Hortonworks uses 21,000 compute hours a day to run tests for Hadoop ecosystem projects. The majority of these are nightly automated tests, but there are four testing environments in total. This post describes more about the testing stages.
https://hortonworks.com/blog/automated-validation-apache-hadoop-ecosystem/
Fivetran, who builds a product for syncing data into a data warehouse, has written up a benchmark comparing Redshift, Snowflake, and BigQuery. It shows that for a client's typical use case—lots of tables—all the systems behave similarly. While one should always be careful at reading too much into benchmarks... in this case they also provide some commentary on several previous benchmarks to provide details on why their analysis differs.
https://blog.fivetran.com/warehouse-benchmark-dce9f4c529c1
In another benchmark, the Cloudera blog considers the performance characteristics of the Azure Data Lake Store (ADLS). Ultimately, they find that ADLS is comparable to the Azure disk storage using the Teragen/Terasort/Teravalidate benchmark to measure throughput.

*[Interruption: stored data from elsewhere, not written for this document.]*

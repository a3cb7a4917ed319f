//! Arrow IPC written by pyarrow 26.0.1 (tests/reference/gen/arrow_fixtures.py)
//! read back by Strata: every column normalised to a hand-off type with the
//! values pyarrow and Python's datetime/zoneinfo give (types.json).
#![cfg(feature = "ipc")]

use serde_json::Value;
use std::path::PathBuf;
use strata::data::table::Kind;
use strata::data::Column;
use strata::data::{self, ReadOptions};
use strata::spec::{ColumnType, DataFormat};

fn fixture(name: &str) -> Vec<u8> {
    let p = PathBuf::from(env!("CARGO_MANIFEST_DIR")).join("../../tests/reference/fixtures/arrow").join(name);
    std::fs::read(&p).unwrap_or_else(|e| panic!("{}: {e}", p.display()))
}

fn check(file: &str, opts: &ReadOptions) {
    let expected: Value = serde_json::from_slice(&fixture("types.json")).unwrap();
    let t = data::read(&fixture(file), opts).unwrap_or_else(|e| panic!("{file}: {e}"));
    assert_eq!(t.num_rows() as u64, expected["rows"].as_u64().unwrap());
    let mut checked = 0;
    for (name, spec) in expected["columns"].as_object().unwrap() {
        let kind = spec["type"].as_str().unwrap();
        if kind == "dropped" {
            assert!(t.by_name(name).is_none(), "{name} should be left out");
            assert!(t.warnings.iter().any(|w| w.code == "data.unsupported_column" && w.message.contains(name.as_str())));
            continue;
        }
        let arr = t.by_name(name).unwrap_or_else(|| panic!("{file}: no column {name}"));
        let want_type = match kind {
            "int64" => Kind::Int,
            "float64" => Kind::Float,
            "bool" => Kind::Bool,
            "date32" => Kind::Date,
            "timestamp_ms_utc" => Kind::DateTime,
            "utf8" => Kind::Text,
            other => panic!("{other}"),
        };
        assert_eq!(arr.kind(), want_type, "{file}: {name}");
        for (i, v) in spec["values"].as_array().unwrap().iter().enumerate() {
            let at = format!("{file}: {name}[{i}]");
            if v.is_null() {
                // A missing number is NaN in the table (and reads as missing).
                assert!(arr.is_null(i), "{at} should be null");
                continue;
            }
            match arr {
                Column::Int(a) => assert_eq!(a.get(i), v.as_i64(), "{at}"),
                Column::Float(a) => {
                    // An infinity is kept in the numbers (and reads as missing downstream).
                    let want = if v == "inf" { f64::INFINITY } else { v.as_f64().unwrap() };
                    let got = a.raw()[i];
                    assert_eq!(got.to_bits(), want.to_bits(), "{at}: {got} vs {want}");
                }
                Column::Bool(a) => assert_eq!(a[i], v.as_bool(), "{at}"),
                Column::Date(a) => assert_eq!(a.get(i).map(|d| d as i64), v.as_i64(), "{at}"),
                Column::DateTime(a) => assert_eq!(a.get(i).map(|x| x as i64), v.as_i64(), "{at}"),
                Column::Text(a) => assert_eq!(a.get(i), v.as_str(), "{at}"),
            }
            checked += 1;
        }
    }
    assert!(checked > 100, "{checked}");
}

#[test]
fn file_format_reads_back() {
    check("types.arrow", &ReadOptions::default());
    check("types.arrow", &ReadOptions { format: Some(DataFormat::Arrow), ..Default::default() });
}

#[test]
fn stream_format_reads_back() {
    check("types.arrows", &ReadOptions::default());
}

#[test]
fn empty_stream_keeps_columns() {
    let t = data::read(&fixture("empty.arrows"), &ReadOptions::default()).unwrap();
    assert_eq!(t.num_rows(), 0);
    assert_eq!(t.column_names(), vec!["x", "label"]);
}

#[test]
fn dictionary_deltas_extend_the_dictionary() {
    // pyarrow's emit_dictionary_deltas: the second batch sends two more values.
    let expected: Value = serde_json::from_slice(&fixture("types.json")).unwrap();
    let t = data::read(&fixture("delta.arrows"), &ReadOptions::default()).unwrap();
    let Some(Column::Text(place)) = t.by_name("place") else { panic!("place is not text") };
    let want: Vec<Option<&str>> = expected["delta"]["place"].as_array().unwrap().iter().map(Value::as_str).collect();
    assert_eq!(place.iter().collect::<Vec<_>>(), want);
}

#[test]
fn compressed_ipc_is_a_clean_error() {
    // Issue 16: reported as compression, not as damage.
    let e = data::read(&fixture("compressed_lz4.arrow"), &ReadOptions::default()).unwrap_err();
    assert_eq!(e.0[0].code, "data.arrow_compressed");
    assert!(e.0[0].message.contains("compression is not supported") && e.0[0].message.contains("LZ4"), "{}", e.0[0].message);
}

#[test]
fn overrides_and_caps_apply_to_ipc() {
    let bytes = fixture("types.arrow");
    let mut o = ReadOptions::default();
    o.types.insert("i32".into(), ColumnType::Number);
    o.types.insert("u8".into(), ColumnType::Text);
    o.types.insert("flag".into(), ColumnType::Date);
    let e = data::read(&bytes, &o).unwrap_err();
    assert_eq!(e.0[0].at.path, "data.types.flag");
    o.types.shift_remove("flag");
    let t = data::read(&bytes, &o).unwrap();
    assert_eq!(t.by_name("i32").unwrap().kind(), Kind::Float);
    let Some(Column::Text(u8col)) = t.by_name("u8") else { panic!("u8 is not text") };
    assert_eq!(u8col.get(1), Some("255"));
    let o = ReadOptions { max_rows: 6, ..Default::default() };
    assert_eq!(data::read(&bytes, &o).unwrap_err().0[0].code, "data.too_many_rows");
}

#[test]
fn truncated_ipc_is_an_error_not_a_panic() {
    for file in ["types.arrow", "types.arrows"] {
        let bytes = fixture(file);
        for cut in (0..bytes.len()).step_by(97) {
            let _ = data::read(&bytes[..cut], &ReadOptions { format: Some(DataFormat::Arrow), ..Default::default() });
        }
    }
}

#[test]
fn damaged_ipc_is_an_error_not_a_panic() {
    // Every third byte of each fixture flipped three ways (lengths, offsets,
    // counts and type ids in the headers and the bodies): an error or a
    // table, never a panic or a huge allocation. (Once, every byte flipped
    // eight ways, in release: no panic either.)
    let opts = ReadOptions { format: Some(DataFormat::Arrow), ..Default::default() };
    for file in ["types.arrow", "types.arrows", "delta.arrows"] {
        let bytes = fixture(file);
        for i in (0..bytes.len()).step_by(3) {
            for flip in [0xff, 0x80, 0x01] {
                let mut b = bytes.clone();
                b[i] ^= flip;
                let _ = data::read(&b, &opts);
            }
        }
    }
}
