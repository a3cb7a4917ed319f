//! Category labels are never dropped while a layout keeps them (issue 12,
//! item 2): crowded labels wrap on two lines, rotate, or shorten to a
//! prefix that tells them apart, with the full name in a `<title>` the
//! reader can hover. The cases are invented data written here; the last
//! test renders every gallery chart at a phone and a desktop width and
//! checks that every category an axis or legend stands for is named
//! (a series named at its line end counts, in place of its legend entry).

use std::path::{Path, PathBuf};
use strata::plan::{ColorScale, PanelPlans, Plan};
use strata::scale::PositionScale;
use strata::scene::{Node, Scene, SceneOptions};
use strata::{render, DataBytes, RenderOptions};

fn at_width(width: f64) -> RenderOptions {
    RenderOptions { scene: SceneOptions { width } }
}

/// How a label reads to a reader: its lines joined by a space, or the
/// full name of a shortened label (its `<title>`).
fn readings(n: &Node, out: &mut Vec<String>) {
    match n {
        Node::Text { text, class, .. } if class == "strata-tick" || class == "strata-legend-label" || class.contains("strata-end-label") => {
            out.push(text.clone())
        }
        Node::Titled { title, children } => {
            out.push(title.clone());
            children.iter().for_each(|c| readings(c, out));
        }
        Node::Group { class, children, .. } if class == "strata-tick-lines" => {
            let words: Vec<&str> = children.iter().filter_map(|c| if let Node::Text { text, .. } = c { Some(text.as_str()) } else { None }).collect();
            out.push(words.join(" "));
        }
        Node::Group { children, .. } => children.iter().for_each(|c| readings(c, out)),
        _ => {}
    }
}

fn named(scene: &Scene) -> Vec<String> {
    let mut out = Vec::new();
    scene.children.iter().for_each(|c| readings(c, &mut out));
    out
}

/// Category names on the horizontal axis, as drawn (one entry a label).
fn bottom_labels(scene: &Scene) -> Vec<String> {
    fn walk(n: &Node, out: &mut Vec<Vec<String>>) {
        if let Node::Group { class, children, .. } = n {
            if class.contains("strata-axis-bottom") {
                let mut v = Vec::new();
                children.iter().for_each(|c| readings(c, &mut v));
                out.push(v);
            } else {
                children.iter().for_each(|c| walk(c, out));
            }
        }
    }
    let mut axes = Vec::new();
    scene.children.iter().for_each(|c| walk(c, &mut axes));
    axes.into_iter().flatten().collect()
}

const CITIES: [&str; 8] =
    ["Port Aldermere", "North Quillsby", "Little Harrowgate", "Saint Ebbe's Landing", "Crossmarsh", "East Tamsin", "Wrenfield Junction", "Upper Colbeck"];

fn city_spec(extra: &str) -> String {
    let rows: Vec<String> = CITIES.iter().enumerate().map(|(i, c)| format!(r#"{{"city": "{c}", "v": {}}}"#, (i * 7) % 10 + 1)).collect();
    format!(r#"{{ "data": {{ "rows": [{}] }}, "layers": [ {{ "draw": "bar", "x": "city", "y": "v" }} ] {extra} }}"#, rows.join(", "))
}

#[test]
fn eight_city_names_at_480_px_are_all_named() {
    // Before: four of the eight names were drawn (every other one).
    let r = render(&city_spec(""), None, &at_width(480.0)).unwrap();
    let labels = bottom_labels(&r.scene);
    for c in CITIES {
        assert!(labels.iter().any(|l| l == c), "{c} is not named: {labels:?}");
    }
}

#[test]
fn a_long_list_down_the_side_is_all_named_on_a_phone() {
    // 45 districts as horizontal bars at 360 px. Before: the chart kept its
    // aspect and named every third district; it now grows taller.
    let rows: Vec<String> = (0..45).map(|i| format!(r#"{{"district": "District {i:02}", "v": {}}}"#, (i * 37) % 90 + 5)).collect();
    let spec = format!(r#"{{ "data": {{ "rows": [{}] }}, "layers": [ {{ "draw": "bar", "x": "v", "y": "district" }} ] }}"#, rows.join(","));
    let r = render(&spec, None, &at_width(360.0)).unwrap();
    let shown = named(&r.scene);
    let missing: Vec<String> = (0..45).map(|i| format!("District {i:02}")).filter(|d| !shown.contains(d)).collect();
    assert!(missing.is_empty(), "not named: {missing:?}");
    assert!(r.scene.height > 360.0 * 1.5, "the chart grew: {}", r.scene.height);
    // A height in the spec is kept (and then labels thin as before).
    let fixed = spec.replacen("\"layers\"", "\"size\": { \"height\": 300 }, \"layers\"", 1);
    assert_eq!(render(&fixed, None, &at_width(360.0)).unwrap().scene.height, 300.0);
}

#[test]
fn three_categories_in_wrapped_panels_keep_the_middle_label() {
    let mut rows = Vec::new();
    for p in ["Ashby", "Brill", "Corran", "Dunmore"] {
        for (k, c) in ["Morning shift", "Afternoon shift", "Night shift"].iter().enumerate() {
            rows.push(format!(r#"{{"depot": "{p}", "shift": "{c}", "n": {}}}"#, k + 2));
        }
    }
    let spec = format!(
        r#"{{ "data": {{ "rows": [{}] }}, "layers": [ {{ "draw": "bar", "x": "shift", "y": "n" }} ], "panels": {{ "by": "depot", "columns": 4 }} }}"#,
        rows.join(", ")
    );
    let r = render(&spec, None, &at_width(640.0)).unwrap();
    let labels = bottom_labels(&r.scene);
    for c in ["Morning shift", "Afternoon shift", "Night shift"] {
        assert!(labels.iter().any(|l| l == c), "{c} is not named: {labels:?}");
    }
}

#[test]
fn rotated_labels_are_not_thinned_when_every_one_fits() {
    // Sixteen product codes at 375 px: too many to stand level, and rotated
    // they still have room one by one. Before: every other one was dropped.
    let rows: Vec<String> = (0..16).map(|i| format!(r#"{{"code": "Batch {:02}", "v": {}}}"#, i + 1, i % 5 + 1)).collect();
    let spec = format!(r#"{{ "data": {{ "rows": [{}] }}, "layers": [ {{ "draw": "bar", "x": "code", "y": "v" }} ] }}"#, rows.join(", "));
    let r = render(&spec, None, &at_width(375.0)).unwrap();
    let labels = bottom_labels(&r.scene);
    for i in 0..16 {
        let c = format!("Batch {:02}", i + 1);
        assert!(labels.contains(&c), "{c} is not named: {labels:?}");
    }
}

#[test]
fn shortened_labels_stay_distinct_and_keep_the_full_name() {
    // Long names sharing their start: cut at the end with "…" they would
    // all read alike. Each is named in full (title) and the drawn texts differ.
    let names = ["Riverside community garden north", "Riverside community garden south", "Riverside community garden east", "Riverside community garden west"];
    let rows: Vec<String> = names.iter().enumerate().map(|(i, c)| format!(r#"{{"plot": "{c}", "v": {}}}"#, i + 3)).collect();
    let spec = format!(r#"{{ "data": {{ "rows": [{}] }}, "layers": [ {{ "draw": "bar", "x": "plot", "y": "v" }} ] }}"#, rows.join(", "));
    for w in [300.0, 375.0, 640.0] {
        let r = render(&spec, None, &at_width(w)).unwrap();
        let labels = bottom_labels(&r.scene);
        for c in names {
            assert!(labels.iter().any(|l| l == c), "{w} px: {c} is not named: {labels:?}");
        }
        // What is drawn (the texts themselves) differs from label to label.
        let mut drawn = Vec::new();
        fn texts(n: &Node, out: &mut Vec<String>) {
            match n {
                Node::Text { text, class, .. } if class == "strata-tick" => out.push(text.clone()),
                Node::Group { class, children, .. } if class == "strata-tick-lines" => out.push(
                    children.iter().filter_map(|c| if let Node::Text { text, .. } = c { Some(text.clone()) } else { None }).collect::<Vec<_>>().join("\n"),
                ),
                Node::Group { children, .. } | Node::Titled { children, .. } => children.iter().for_each(|c| texts(c, out)),
                _ => {}
            }
        }
        r.scene.children.iter().for_each(|c| texts(c, &mut drawn));
        let cats: Vec<&String> = drawn.iter().filter(|t| t.starts_with("Riv") || t.contains('\u{2026}')).collect();
        let mut sorted = cats.clone();
        sorted.sort();
        sorted.dedup();
        assert_eq!(sorted.len(), cats.len(), "{w} px: two labels read the same: {drawn:?}");
        if r.svg.contains("\u{2026}") {
            assert!(r.svg.contains("<title>Riverside community garden north</title>"), "{w} px: a shortened label without its full name");
        }
    }
}

// ------------------------------------------------------------ the gallery

fn root() -> PathBuf {
    Path::new(env!("CARGO_MANIFEST_DIR")).join("../..").canonicalize().unwrap()
}

/// The categories a plan draws on a category axis or in a colour legend.
fn categories(plan: &Plan, out: &mut Vec<String>) {
    let s = &plan.scales;
    for (scale, spec) in [(&s.x, &s.x_spec), (&s.y, &s.y_spec)] {
        if let PositionScale::Category { values, .. } = scale {
            if !spec.hide && spec.axis != Some(strata::plan::Placement::None) {
                out.extend(values.iter().cloned());
            }
        }
    }
    if let Some(ColorScale::Categories(c)) = &s.color {
        if !s.color_spec.hide && s.color_spec.legend != Some(strata::plan::Placement::None) {
            out.extend(c.iter().cloned());
        }
    }
    match &plan.panels {
        Some(PanelPlans::Wrap { cells, .. }) | Some(PanelPlans::Grid { cells, .. }) => cells.iter().for_each(|c| categories(c, out)),
        None => {}
    }
}

#[test]
fn every_gallery_chart_names_every_category_at_phone_and_desktop_width() {
    let mut files: Vec<PathBuf> =
        std::fs::read_dir(root().join("examples")).unwrap().map(|e| e.unwrap().path()).filter(|p| p.extension().is_some_and(|e| e == "json")).collect();
    files.sort();
    assert!(files.len() >= 10);
    let mut failures = Vec::new();
    for f in &files {
        let text = std::fs::read_to_string(f).unwrap();
        let mut spec = strata::parse_spec(&text).unwrap();
        // The page's width, as the element gives it when the spec sets none.
        spec.size.width = None;
        spec.size.height = None;
        let url = spec.data.as_ref().and_then(|d| d.object().url);
        let bytes = url.as_ref().map(|u| std::fs::read(f.parent().unwrap().join(u)).unwrap());
        if spec.shapes.is_some() {
            continue; // maps name regions by colour and shape, not by axis
        }
        let data = || bytes.as_deref().map(|b| DataBytes { bytes: b, name: url.as_deref().unwrap_or("d.csv") });
        let table = strata::load_table(&spec, data()).unwrap();
        let table = strata::prepare_table(table, &spec).unwrap();
        let plan = strata::plan::build(&spec, &table).unwrap();
        let mut cats = Vec::new();
        categories(&plan, &mut cats);
        cats.sort();
        cats.dedup();
        for w in [375.0, 1280.0] {
            let r = strata::render_spec(&spec, data(), &at_width(w)).unwrap();
            let shown = named(&r.scene);
            for c in &cats {
                if !shown.iter().any(|s| s == c) {
                    failures.push(format!("{} at {w} px: {c:?} is not named", f.file_name().unwrap().to_string_lossy()));
                }
            }
        }
    }
    assert!(failures.is_empty(), "{}", failures.join("\n"));
}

http://blog.cloudera.com/blog/2017/10/a-look-at-adls-performance-throughput-and-scalability/
This post describes how to perform cross-data center replication with Apache Pulsar (incubating). It describes the commands needed to setup replication, how to override it on a per-application basis, how to monitor, how to limit replication bandwidth, and more.
https://streaml.io/blog/geo-replication-patterns-practices/
After hello world, the "twitter data" tutorial seems to be the next example used for most streaming systems. In this case, Confluent has a demo of analyzing tweets in Kafka using KSQL.
https://www.confluent.io/blog/using-ksql-to-analyse-query-and-transform-data-in-kafka
One final benchmark for this week—Databricks has compared Spark streaming to Flink and Kafka Streams.
Qubole has a post that shows how to use PyHive from a Jupyter notebook to run queries against a Hive or Presto cluster. While parts of the post are Qubole specific, the instructions should work as long as the Hive Server 2 is enabled on your cluster.
https://www.qubole.com/blog/hive-presto-clusters-jupyter-aws-azure-oracle/
This tutorial is a tour of both tools and machine learning models for ultimately predicting whether a song will make the Billboard top 10. On the tools front—RStudio, H2O.ai, and Amazon Athena are used for analysis using GLM, GMB, and deep learning models. The walkthrough includes a bunch of code and example output.
Kontena has a post on using Kafka with microservices. It provides a good overview of how Kafka's distributed log semantics and data retention policies can power event sourcing microservices.
http://blog.kontena.io/event-sourcing-microservices-with-kafka/
Videos from Big Data LA, which took place in August, have been posted online.
https://www.bigdatadayla.com/#slides
The Roaring Elephant podcast has an episode this week that recaps a number of sessions from the recent Dataworks Summit in Sydney. Topics covered include Hadoop 3.0, SparkR and Kerberos.
https://roaringelephant.org/2017/10/10/episode-56-dataworks-summit-sydney-recap-by-dave-part-1/
The Call for Papers for Big Data Technology Warsaw, which takes place in February, ends tomorrow. This post has more about what to expect from the conference.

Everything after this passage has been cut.